Editoriales, Humor Gráfico, Ivanper, Jordi Marquina, Número 4
Deje un comentario

Inmigración, xenofobia, racismo

Ilustración: Jordi Marquina, Ivanper

Gurb

Editorial

30 de mayo de 2014. Cientos de inmigrantes siguen llegando a España cada día, de forma clandestina, en un flujo incesante, imparable, arrollador. Llegan por tierra, saltando la valla de Melilla; por mar en pateras, tras caer en manos de las mafias sin escrúpulos; por aire, sorteando los férreos controles de inmigración de los aeropuertos. Nadie les puede parar. Muchos se han jurado a sí mismos que llegarán a Europa o morirán en el intento, lo cual da una idea clara de las duras condiciones de vida que dejan atrás, en sus países de origen. La mayoría busca en España una especie de El Dorado que nunca existió y nada más poner pie en nuestro país caen en el drama de la explotación laboral, la falta de documentación o de vivienda, el desempleo, la marginación en guetos y la pobreza. Ante esta avalancha humana, Europa, la vieja y decadente Europa, reacciona levantando muros de insolidaridad, aumentando la vigilancia policial en las fronteras y anunciando nuevas políticas de expulsión masiva o de restricción de derechos, como propone Marine Le Pen, la líder del partido francés Frente Nacional, avanzadilla del ultranacionalismo xenófobo europeo.
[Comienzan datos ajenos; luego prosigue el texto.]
import type { ReactNode } from "react";
import type { UseQueryResult } from "@tanstack/react-query";
import { paths } from "@/config/paths";
import { PERMISSION_HOLDERS } from "@/config/permissions";
import { ButtonLink } from "@/components/ui/button";
import { Card, CardBody, CardHeader } from "@/components/ui/card";
import { ListControls } from "@/components/lists/list-controls";
import { listFieldErrors } from "@/components/lists/list-field-errors";
import { PagedList } from "@/components/lists/paged-list";
import { useListQuery } from "@/components/lists/use-list-query";
import { Cautions } from "@/components/ui/cautions";
import { PageHeader } from "@/components/ui/page-header";
import { EmptyState, ErrorState, LoadingState } from "@/components/ui/states";
import { usePerilProfiles } from "@/features/peril/api/get-peril-profiles";
import { usePortfolios } from "@/features/peril/api/get-portfolios";
import { PerilProfilesTable } from "@/features/peril/components/peril-profiles-table";
import { PortfoliosTable } from "@/features/peril/components/portfolios-table";
import type { PerilViewer } from "@/features/peril/lib/peril-viewer";
import { usePerilViewer } from "../use-peril-viewer";

/**
 * One card's list in its four states. The loading and error texts name the list, because the
 * two cards load independently and a bare "Loading…" or "Something went wrong" would not say
 * which of them is meant.
 */
function ListBody<T>({
  query,
  noun,
  empty,
  children,
}: {
  query: UseQueryResult<T[]>;
  noun: string;
  empty: ReactNode;
  children: (rows: T[]) => ReactNode;
}) {
  if (query.isPending) return <LoadingState label={`Loading ${noun}…`} />;
  if (query.isError)
    return (
      <div className="p-4">
        <ErrorState error={query.error} title={`The ${noun} could not be loaded`} retry={() => query.refetch()} />
      </div>
    );
  if (query.data.length === 0) return <div className="p-4">{empty}</div>;
  return <>{children(query.data)}</>;
}

const PROFILE_SORTS = [
  { value: "peril:asc", label: "Peril, region, name" },
  { value: "region:asc", label: "Region, peril, name" },
  { value: "name:asc", label: "Name A–Z" },
  { value: "name:desc", label: "Name Z–A" },
  { value: "updatedAt:desc", label: "Recently changed" },
  { value: "createdAt:desc", label: "Newest first" },
  { value: "createdAt:asc", label: "Oldest first" },
];

/** Peril profiles and portfolio baselines (the peril lens), with the way in to the editors. */
export function PerilLens({ viewer }: { viewer: PerilViewer }) {
  const list = useListQuery({ defaultSort: "peril:asc", filterKeys: ["metric", "author", "from", "to"] });
  const { q, sort, limit, offset, filters } = list.state;
  const profiles = usePerilProfiles({ q, sort, limit, offset, metric: (filters.metric || undefined) as "frequency" | "severity" | undefined, author: filters.author, from: filters.from, to: filters.to });
  const portfolios = usePortfolios();
  // Read-only roles cannot fill an empty list themselves; say who can instead of offering a button.
  const whoAdds = `Only ${PERMISSION_HOLDERS["perils:write"]} can add them.`;
  return (
    <>
      <PageHeader
        kicker="Peril lens"
        title="Peril profiles and portfolios"
        description="How each peril scales with warming beyond what the firm's baseline view already holds, and the baseline figures it is applied to."
        actions={
          viewer.canWrite && (
            <>
              <ButtonLink to={paths.portfolioUpload.build()} variant="secondary">
                Upload portfolio
              </ButtonLink>
              <ButtonLink to={paths.perilProfileNew.build()} variant="primary">
                New profile
              </ButtonLink>
            </>
          )
        }
      />
      <Cautions className="mb-6" />
      <div className="flex flex-col gap-6">
        <Card>
          <CardHeader title="Peril profiles" subtitle="A locked profile is used by a run or an approved model version; copy it to change it." />
          <CardBody>
            <ListControls
              noun="peril profiles"
              state={list.state}
              onChange={list.update}
              errors={listFieldErrors(profiles.error)}
              searchHint="Name, peril, region or source"
              sortOptions={PROFILE_SORTS}
              selects={[{ key: "metric", label: "Metric", options: [{ value: "frequency", label: "frequency" }, { value: "severity", label: "severity" }] }]}
              texts={[{ key: "author", label: "Written by", placeholder: "Name or email" }]}
              dates
            />
          </CardBody>
          <PagedList
            result={profiles}
            noun="peril profiles"
            state={list.state}
            onOffset={list.setOffset}
            empty={
              <EmptyState
                title={list.filtered ? "No peril profiles match these filters" : "No peril profiles yet"}
                action={
                  viewer.canWrite && (
                    <ButtonLink to={paths.perilProfileNew.build()} variant="secondary">
                      Write the first profile
                    </ButtonLink>
                  )
                }
              >
                A profile says how one peril in one region scales with warming (a rate per kelvin or a table). Runs apply the chosen profiles to
                their warming percentiles. {viewer.canWrite ? "" : whoAdds}
              </EmptyState>
            }
          >
            {(rows) => <PerilProfilesTable profiles={rows} />}
          </PagedList>
        </Card>
        <Card>
          <CardHeader title="Portfolio baselines" />
          <ListBody
            query={portfolios}
            noun="portfolio baselines"
            empty={
              <EmptyState
                title="No portfolios yet"
                action={
                  viewer.canWrite && (
                    <ButtonLink to={paths.portfolioUpload.build()} variant="secondary">
                      Upload a portfolio
                    </ButtonLink>
                  )
                }
              >
                A portfolio baseline holds the firm's own AAL and 1-in-100 and 1-in-200 losses per region and peril (CSV or XLSX). Without one, a run
                shows multipliers and return periods but no projected losses. {viewer.canWrite ? "" : whoAdds}
              </EmptyState>
            }
          >
            {(rows) => <PortfoliosTable portfolios={rows} />}
          </ListBody>
        </Card>
      </div>
    </>
  );
}

/** Peril profiles and portfolio baselines for the signed-in person. */
export default function PerilLensPage() {
  return <PerilLens viewer={usePerilViewer()} />;
}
Francia se deja seducir por el racismo y el gobierno alemán, por ejemplo, ya ha avisado de que limitará el acceso de los inmigrantes a las prestaciones sociales y que restringirá los permisos de residencia en el país con el objetivo de evitar el fraude, ante el temor de que aumente de forma importante la llegada de ciudadanos rumanos y búlgaros. Un fantasma viejo, el fantasma del racismo que llevó al desastre a la Alemania nazi y con ella a todo el continente, parece haber resucitado.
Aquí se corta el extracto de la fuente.